Go through the lines below and tally each one holding "setPending". Write only the total.

Records from a collection
-*-

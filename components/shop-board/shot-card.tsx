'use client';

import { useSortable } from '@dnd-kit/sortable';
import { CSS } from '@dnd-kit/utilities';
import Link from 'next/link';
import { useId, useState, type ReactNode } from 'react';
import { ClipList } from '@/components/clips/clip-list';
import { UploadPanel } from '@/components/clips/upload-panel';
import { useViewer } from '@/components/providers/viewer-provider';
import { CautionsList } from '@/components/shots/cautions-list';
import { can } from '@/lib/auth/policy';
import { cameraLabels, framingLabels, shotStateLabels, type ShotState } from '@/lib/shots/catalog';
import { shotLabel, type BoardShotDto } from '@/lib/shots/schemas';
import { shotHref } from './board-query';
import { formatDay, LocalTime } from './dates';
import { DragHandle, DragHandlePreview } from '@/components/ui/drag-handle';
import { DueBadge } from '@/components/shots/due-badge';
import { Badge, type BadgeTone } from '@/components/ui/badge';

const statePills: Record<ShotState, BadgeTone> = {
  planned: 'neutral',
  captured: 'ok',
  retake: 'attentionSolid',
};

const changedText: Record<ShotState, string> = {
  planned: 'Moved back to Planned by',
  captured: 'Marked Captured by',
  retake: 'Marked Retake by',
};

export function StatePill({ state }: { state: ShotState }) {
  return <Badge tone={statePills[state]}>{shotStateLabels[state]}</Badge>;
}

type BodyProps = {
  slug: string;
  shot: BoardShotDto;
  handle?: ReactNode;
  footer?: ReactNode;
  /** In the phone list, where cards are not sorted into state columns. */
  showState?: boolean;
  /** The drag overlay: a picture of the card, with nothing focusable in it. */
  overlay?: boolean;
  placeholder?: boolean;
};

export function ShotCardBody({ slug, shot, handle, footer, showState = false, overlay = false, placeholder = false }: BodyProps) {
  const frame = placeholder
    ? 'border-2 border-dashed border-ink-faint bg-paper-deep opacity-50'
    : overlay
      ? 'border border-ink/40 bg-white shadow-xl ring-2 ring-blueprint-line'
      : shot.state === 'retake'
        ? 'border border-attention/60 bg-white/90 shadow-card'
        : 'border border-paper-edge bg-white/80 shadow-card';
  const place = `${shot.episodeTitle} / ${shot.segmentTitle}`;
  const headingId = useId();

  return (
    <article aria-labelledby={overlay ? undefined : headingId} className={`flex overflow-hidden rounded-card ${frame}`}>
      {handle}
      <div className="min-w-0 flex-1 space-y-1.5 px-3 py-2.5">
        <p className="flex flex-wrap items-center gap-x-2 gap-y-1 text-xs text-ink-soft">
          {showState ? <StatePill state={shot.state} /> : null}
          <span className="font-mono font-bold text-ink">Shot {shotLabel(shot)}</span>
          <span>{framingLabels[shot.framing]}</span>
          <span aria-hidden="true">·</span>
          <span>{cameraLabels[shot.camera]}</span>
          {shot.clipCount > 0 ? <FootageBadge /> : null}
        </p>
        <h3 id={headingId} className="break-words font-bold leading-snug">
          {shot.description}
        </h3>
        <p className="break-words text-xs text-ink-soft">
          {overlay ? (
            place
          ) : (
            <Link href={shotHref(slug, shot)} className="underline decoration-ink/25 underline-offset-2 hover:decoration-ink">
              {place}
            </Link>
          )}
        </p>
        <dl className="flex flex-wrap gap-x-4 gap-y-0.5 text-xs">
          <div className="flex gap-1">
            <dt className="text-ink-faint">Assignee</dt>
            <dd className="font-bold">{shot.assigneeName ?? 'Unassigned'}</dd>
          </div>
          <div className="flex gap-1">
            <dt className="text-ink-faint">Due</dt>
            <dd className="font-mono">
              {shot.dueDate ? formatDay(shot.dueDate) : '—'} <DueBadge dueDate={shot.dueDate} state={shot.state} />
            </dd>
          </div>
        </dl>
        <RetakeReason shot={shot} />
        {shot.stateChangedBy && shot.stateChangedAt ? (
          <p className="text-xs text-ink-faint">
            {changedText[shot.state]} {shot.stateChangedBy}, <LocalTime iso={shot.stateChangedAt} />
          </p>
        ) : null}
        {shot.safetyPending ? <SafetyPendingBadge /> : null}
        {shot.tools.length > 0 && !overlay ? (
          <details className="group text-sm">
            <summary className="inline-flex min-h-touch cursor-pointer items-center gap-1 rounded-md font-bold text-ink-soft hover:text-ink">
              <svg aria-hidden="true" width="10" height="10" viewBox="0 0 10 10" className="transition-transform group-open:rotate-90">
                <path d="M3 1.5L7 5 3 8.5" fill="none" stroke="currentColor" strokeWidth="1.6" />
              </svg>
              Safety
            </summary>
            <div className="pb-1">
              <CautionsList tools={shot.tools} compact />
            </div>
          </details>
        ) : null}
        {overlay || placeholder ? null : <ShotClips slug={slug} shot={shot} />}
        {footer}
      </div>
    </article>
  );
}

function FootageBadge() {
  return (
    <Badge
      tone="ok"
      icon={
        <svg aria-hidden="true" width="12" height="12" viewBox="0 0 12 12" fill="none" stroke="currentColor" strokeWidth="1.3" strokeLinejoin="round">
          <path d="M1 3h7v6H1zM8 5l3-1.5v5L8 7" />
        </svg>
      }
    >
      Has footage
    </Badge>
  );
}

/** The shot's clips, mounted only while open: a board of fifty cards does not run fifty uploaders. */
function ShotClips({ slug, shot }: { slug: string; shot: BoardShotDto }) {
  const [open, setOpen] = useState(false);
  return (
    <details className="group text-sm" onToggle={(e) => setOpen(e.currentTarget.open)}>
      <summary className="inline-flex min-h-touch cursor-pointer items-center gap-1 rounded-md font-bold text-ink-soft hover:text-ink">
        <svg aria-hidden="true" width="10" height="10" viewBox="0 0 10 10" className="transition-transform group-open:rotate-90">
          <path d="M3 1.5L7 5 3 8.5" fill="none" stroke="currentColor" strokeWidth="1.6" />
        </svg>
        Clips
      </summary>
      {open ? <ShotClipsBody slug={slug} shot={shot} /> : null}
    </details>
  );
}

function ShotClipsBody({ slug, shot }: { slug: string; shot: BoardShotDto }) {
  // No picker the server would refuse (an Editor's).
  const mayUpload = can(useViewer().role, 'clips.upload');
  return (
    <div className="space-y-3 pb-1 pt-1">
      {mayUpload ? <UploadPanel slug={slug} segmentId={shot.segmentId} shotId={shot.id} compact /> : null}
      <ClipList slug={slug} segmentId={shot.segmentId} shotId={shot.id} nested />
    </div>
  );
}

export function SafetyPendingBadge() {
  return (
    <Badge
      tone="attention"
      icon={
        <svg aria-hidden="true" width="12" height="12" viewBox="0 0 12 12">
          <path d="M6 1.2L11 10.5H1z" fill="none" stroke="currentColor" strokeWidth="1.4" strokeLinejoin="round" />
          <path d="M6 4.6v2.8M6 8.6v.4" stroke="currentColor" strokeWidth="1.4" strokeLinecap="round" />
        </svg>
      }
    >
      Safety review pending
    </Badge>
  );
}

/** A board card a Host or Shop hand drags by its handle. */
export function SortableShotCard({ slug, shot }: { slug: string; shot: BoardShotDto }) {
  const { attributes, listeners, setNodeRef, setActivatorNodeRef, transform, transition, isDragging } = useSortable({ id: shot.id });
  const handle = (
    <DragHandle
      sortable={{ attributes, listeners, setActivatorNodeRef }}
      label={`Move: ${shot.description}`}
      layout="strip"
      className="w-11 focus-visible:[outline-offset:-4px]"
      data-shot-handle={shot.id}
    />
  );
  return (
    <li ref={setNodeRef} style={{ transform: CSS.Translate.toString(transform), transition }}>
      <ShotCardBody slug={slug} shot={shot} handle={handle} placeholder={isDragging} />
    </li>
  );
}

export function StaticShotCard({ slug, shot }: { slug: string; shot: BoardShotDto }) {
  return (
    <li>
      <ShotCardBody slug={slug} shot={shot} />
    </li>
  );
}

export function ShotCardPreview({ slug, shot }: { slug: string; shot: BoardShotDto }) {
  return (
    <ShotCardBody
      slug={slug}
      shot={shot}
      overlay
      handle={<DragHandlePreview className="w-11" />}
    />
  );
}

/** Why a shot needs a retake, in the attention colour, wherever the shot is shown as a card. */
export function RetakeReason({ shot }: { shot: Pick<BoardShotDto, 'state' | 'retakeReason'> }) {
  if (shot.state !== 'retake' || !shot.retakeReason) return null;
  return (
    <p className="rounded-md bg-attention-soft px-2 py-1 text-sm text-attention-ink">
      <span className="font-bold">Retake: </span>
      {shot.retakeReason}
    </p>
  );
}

-*-

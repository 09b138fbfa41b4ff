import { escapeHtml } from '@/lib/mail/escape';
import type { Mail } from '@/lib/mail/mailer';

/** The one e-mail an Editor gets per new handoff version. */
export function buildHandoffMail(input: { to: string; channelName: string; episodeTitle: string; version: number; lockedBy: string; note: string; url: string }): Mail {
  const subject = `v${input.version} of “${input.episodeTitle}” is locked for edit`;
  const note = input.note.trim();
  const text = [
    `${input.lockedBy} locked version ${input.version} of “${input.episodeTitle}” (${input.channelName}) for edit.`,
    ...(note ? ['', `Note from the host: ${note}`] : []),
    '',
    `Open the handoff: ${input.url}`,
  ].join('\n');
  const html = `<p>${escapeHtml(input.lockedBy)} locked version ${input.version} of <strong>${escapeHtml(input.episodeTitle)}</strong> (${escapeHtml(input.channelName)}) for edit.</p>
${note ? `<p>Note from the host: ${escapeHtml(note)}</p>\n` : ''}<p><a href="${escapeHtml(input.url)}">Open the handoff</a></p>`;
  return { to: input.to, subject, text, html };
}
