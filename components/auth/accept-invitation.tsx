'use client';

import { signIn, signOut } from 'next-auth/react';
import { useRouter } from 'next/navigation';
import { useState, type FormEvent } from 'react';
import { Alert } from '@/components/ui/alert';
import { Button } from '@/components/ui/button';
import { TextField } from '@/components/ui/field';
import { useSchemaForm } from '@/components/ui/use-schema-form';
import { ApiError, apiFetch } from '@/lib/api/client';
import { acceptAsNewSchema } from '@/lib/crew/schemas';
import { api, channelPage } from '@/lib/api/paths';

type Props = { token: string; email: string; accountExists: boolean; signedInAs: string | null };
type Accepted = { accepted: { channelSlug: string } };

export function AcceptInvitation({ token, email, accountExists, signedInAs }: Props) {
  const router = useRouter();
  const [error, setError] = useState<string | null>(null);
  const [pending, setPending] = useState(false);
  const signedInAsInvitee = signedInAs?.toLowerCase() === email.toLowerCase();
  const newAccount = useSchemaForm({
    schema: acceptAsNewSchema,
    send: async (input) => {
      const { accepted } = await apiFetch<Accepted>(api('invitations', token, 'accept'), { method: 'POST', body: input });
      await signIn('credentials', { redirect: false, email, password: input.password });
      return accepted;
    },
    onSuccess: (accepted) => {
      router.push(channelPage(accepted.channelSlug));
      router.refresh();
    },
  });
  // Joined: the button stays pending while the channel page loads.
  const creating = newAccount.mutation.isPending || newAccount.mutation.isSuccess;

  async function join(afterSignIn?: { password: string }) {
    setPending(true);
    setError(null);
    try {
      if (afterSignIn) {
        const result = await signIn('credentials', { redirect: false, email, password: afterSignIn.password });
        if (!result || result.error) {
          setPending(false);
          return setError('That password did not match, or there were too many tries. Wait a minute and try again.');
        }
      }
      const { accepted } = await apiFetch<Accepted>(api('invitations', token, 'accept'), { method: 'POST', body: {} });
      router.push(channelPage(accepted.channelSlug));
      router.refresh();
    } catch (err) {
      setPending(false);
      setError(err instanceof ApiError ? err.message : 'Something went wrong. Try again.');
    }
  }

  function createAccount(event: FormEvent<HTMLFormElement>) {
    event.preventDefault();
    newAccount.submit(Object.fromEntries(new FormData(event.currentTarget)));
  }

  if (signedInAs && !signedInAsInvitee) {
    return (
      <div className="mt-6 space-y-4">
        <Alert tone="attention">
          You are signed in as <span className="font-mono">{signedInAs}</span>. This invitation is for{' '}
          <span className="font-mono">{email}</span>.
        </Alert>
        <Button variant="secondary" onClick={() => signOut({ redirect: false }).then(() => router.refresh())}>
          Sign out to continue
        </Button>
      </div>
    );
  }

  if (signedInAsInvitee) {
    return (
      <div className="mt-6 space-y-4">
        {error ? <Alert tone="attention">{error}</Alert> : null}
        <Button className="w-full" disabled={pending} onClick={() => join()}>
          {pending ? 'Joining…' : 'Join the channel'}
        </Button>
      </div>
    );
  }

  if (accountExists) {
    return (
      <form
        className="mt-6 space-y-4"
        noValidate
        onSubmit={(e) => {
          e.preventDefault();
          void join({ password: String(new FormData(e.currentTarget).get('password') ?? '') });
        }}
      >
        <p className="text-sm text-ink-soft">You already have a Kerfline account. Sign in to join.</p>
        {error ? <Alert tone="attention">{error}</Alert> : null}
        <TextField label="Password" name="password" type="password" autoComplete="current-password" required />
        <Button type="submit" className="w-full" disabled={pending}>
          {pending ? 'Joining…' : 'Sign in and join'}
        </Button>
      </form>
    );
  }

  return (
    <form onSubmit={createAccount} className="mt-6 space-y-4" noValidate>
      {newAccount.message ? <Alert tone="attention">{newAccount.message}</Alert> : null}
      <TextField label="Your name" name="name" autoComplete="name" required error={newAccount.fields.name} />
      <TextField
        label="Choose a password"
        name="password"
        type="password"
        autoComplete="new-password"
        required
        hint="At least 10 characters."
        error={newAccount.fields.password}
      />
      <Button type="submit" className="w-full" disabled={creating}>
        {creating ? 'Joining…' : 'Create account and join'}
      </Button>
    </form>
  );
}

-*-

◆ **SOLUTION FOR THIS TASK**
4